JDM ga16de swap- use the US throttle body because JDM has 2 wires instead of 3 , block off the EGR and sensor, had to keep the Us crank pully because the JDM GA uses a skinnier pully

k&n adapter filter
exhaust
HAD a Nx kit

Here are few pics of my car

Before swap:










After:



















Exterior:


----------



## snoop (Jun 13, 2005)

looks way clean, good work.


----------



## Sentra_TT (Jun 8, 2004)

thank you i could use some new paint in the front bumper and grill but end of this year im gonna get it painted over same color till i get the body parts i really want


----------



## Sentra_TT (Jun 8, 2004)

hey snoop how much did the port and polish run u and was it worth it?


----------



## snoop (Jun 13, 2005)

1500, I would say no.

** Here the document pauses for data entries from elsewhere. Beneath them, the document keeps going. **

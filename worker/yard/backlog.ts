/**
 * Readings that the server has not acknowledged. Each keeps the stamp that it was taken with, so sending
 * it twice is harmless; it leaves only when a pack that held it is acknowledged, or after a day and more.
 */
import { packRecordsMax } from '@/lib/field/frames';

/** One SenML record, with an absolute time in Unix seconds. */
export interface KeptRecord {
  n: string;
  u: string;
  v: number;
  t: number;
}

interface Entry {
  record: KeptRecord;
  /** the pack it is under way in */
  seq: number | null;
}

/** The protocol asks for 24 h at least. */
export const keptForS = 26 * 3600;

export class Backlog {
  /** in order of time, as taken */
  private entries: Entry[] = [];

  get size(): number {
    return this.entries.length;
  }

  add(records: readonly KeptRecord[]): void {
    this.entries.push(...records.map((record) => ({ record, seq: null })));
    const latest = records.at(-1)?.t ?? 0;
    const oldest = this.entries[0]?.record.t ?? latest;
    if (oldest < latest - keptForS) {
      this.entries = this.entries.filter(({ record }) => record.t >= latest - keptForS);
    }
  }

  /** The newest reading of each point, where that is not under way: at most a pack. */
  newest(): KeptRecord[] {
    const byPoint = new Map<string, Entry>();
    for (const entry of this.entries) byPoint.set(entry.record.n, entry);
    return [...byPoint.values()]
      .filter(({ seq }) => seq === null)
      .slice(0, packRecordsMax)
      .map(({ record }) => record);
  }

  /** The oldest that are not under way: at most a pack. */
  oldest(): KeptRecord[] {
    const found: KeptRecord[] = [];
    for (const { record, seq } of this.entries) {
      if (found.length === packRecordsMax) break;
      if (seq === null) found.push(record);
    }
    return found;
  }

  underWay(records: readonly KeptRecord[], seq: number): void {
    const sent = new Set(records);
    for (const entry of this.entries) if (sent.has(entry.record)) entry.seq = seq;
  }

  acknowledged(seq: number): void {
    this.entries = this.entries.filter((entry) => entry.seq !== seq);
  }

  /** No answer came: the records of this pack wait again. */
  unanswered(seq: number): void {
    for (const entry of this.entries) if (entry.seq === seq) entry.seq = null;
  }

  /** The line is down: whatever was under way may or may not have arrived, and waits again. */
  lineDown(): void {
    for (const entry of this.entries) entry.seq = null;
  }
}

It made the car sound sick as shit but 1500$ for the power increase not really worth it.


----------



## Divo25 (Jan 3, 2007)

stock wheels or after market?


----------



## Nismo240 (Jul 24, 2004)

clean ass car bro, if you get some wheels, slam it, and shave the side moldings, it'll look super nice.


----------



## Sentra_TT (Jun 8, 2004)

ya stock steelies jus shined em up i want 17 speedy race mods ya i am gonna take out the modlings when i get the car painted sometime between september or november....im tryna get ceramic headers, pullies, bigger exhaust, highflow cat, and springs before i get the wheels


----------



## Divo25 (Jan 3, 2007)

good, performance before looks, glad to see people with priorities in order.... plus the stock rims look great, ide kill for some, but i guess i gotta go aftermarket.


----------



## Sentra_TT (Jun 8, 2004)

hmm i did not mention that the intake manifold is diffrent so were the headers but i couldnt use the header cuz it was to big and no 02 sensor


----------